TASK BRIEF:
Once you reach the line containing "stop over sampled" in the entries below, write out that line and each one after it down to the line containing "from procplan.files.library import", exactly and with nothing added.

Saved entries:

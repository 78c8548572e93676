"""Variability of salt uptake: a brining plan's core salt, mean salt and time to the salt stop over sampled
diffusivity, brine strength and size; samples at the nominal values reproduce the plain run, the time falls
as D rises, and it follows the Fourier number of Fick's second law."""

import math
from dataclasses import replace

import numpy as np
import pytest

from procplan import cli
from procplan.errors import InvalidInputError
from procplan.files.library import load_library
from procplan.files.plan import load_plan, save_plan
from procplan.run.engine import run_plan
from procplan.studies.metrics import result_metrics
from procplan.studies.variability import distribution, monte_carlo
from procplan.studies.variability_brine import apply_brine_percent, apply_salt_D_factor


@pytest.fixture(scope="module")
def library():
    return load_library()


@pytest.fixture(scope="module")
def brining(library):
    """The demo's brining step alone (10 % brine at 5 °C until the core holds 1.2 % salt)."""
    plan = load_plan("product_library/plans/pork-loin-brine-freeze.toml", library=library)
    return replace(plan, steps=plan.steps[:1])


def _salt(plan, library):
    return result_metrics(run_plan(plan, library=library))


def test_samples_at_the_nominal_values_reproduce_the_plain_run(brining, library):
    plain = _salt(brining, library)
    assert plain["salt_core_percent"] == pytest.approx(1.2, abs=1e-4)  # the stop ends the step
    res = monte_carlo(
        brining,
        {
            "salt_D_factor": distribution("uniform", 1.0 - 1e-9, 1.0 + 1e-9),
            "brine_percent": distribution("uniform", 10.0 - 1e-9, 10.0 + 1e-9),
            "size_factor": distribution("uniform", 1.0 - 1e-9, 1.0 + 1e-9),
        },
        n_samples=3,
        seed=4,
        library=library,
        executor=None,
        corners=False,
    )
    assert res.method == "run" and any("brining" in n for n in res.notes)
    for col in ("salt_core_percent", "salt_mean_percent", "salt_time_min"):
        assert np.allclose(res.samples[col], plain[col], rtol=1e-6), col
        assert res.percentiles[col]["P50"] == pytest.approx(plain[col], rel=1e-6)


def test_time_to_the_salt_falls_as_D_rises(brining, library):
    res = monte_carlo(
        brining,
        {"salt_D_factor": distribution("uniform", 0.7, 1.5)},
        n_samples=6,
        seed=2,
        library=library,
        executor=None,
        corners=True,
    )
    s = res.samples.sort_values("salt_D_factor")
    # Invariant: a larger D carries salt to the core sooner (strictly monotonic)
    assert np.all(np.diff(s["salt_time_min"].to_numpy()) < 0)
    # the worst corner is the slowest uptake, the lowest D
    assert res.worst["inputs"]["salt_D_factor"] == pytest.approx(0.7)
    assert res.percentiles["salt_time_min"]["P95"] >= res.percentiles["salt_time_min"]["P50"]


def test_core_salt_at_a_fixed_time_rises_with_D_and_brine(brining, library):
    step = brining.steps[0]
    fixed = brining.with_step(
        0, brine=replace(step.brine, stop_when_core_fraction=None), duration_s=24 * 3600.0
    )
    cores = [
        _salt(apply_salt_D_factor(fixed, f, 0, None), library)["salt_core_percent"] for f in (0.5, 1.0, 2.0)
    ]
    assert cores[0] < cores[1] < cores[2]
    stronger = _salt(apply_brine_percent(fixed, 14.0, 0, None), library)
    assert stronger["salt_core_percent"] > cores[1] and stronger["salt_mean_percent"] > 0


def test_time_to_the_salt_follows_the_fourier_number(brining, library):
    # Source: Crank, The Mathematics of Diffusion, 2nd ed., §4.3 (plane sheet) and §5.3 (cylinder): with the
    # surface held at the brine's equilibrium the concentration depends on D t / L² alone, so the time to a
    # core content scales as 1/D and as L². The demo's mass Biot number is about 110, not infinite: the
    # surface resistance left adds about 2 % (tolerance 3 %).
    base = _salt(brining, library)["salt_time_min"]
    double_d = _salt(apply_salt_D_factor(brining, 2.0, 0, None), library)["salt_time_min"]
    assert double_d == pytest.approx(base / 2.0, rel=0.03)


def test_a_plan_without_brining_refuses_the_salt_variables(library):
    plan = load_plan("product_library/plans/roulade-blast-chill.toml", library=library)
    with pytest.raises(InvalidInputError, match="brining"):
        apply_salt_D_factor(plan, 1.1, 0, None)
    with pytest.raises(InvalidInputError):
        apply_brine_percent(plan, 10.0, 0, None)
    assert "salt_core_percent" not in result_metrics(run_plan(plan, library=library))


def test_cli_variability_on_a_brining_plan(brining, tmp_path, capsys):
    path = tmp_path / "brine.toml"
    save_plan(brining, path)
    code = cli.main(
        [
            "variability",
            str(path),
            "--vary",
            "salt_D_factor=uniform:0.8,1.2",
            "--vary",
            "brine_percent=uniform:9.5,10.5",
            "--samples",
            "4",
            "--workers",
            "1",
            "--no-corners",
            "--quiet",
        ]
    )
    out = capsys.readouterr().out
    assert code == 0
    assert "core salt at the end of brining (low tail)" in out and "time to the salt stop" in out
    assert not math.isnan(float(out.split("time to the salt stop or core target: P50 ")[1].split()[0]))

OUTPUT FOR THIS TASK:
"""Variability of salt uptake: a brining plan's core salt, mean salt and time to the salt stop over sampled
diffusivity, brine strength and size; samples at the nominal values reproduce the plain run, the time falls
as D rises, and it follows the Fourier number of Fick's second law."""

import math
from dataclasses import replace

import numpy as np
import pytest

from procplan import cli
from procplan.errors import InvalidInputError
from procplan.files.library import load_library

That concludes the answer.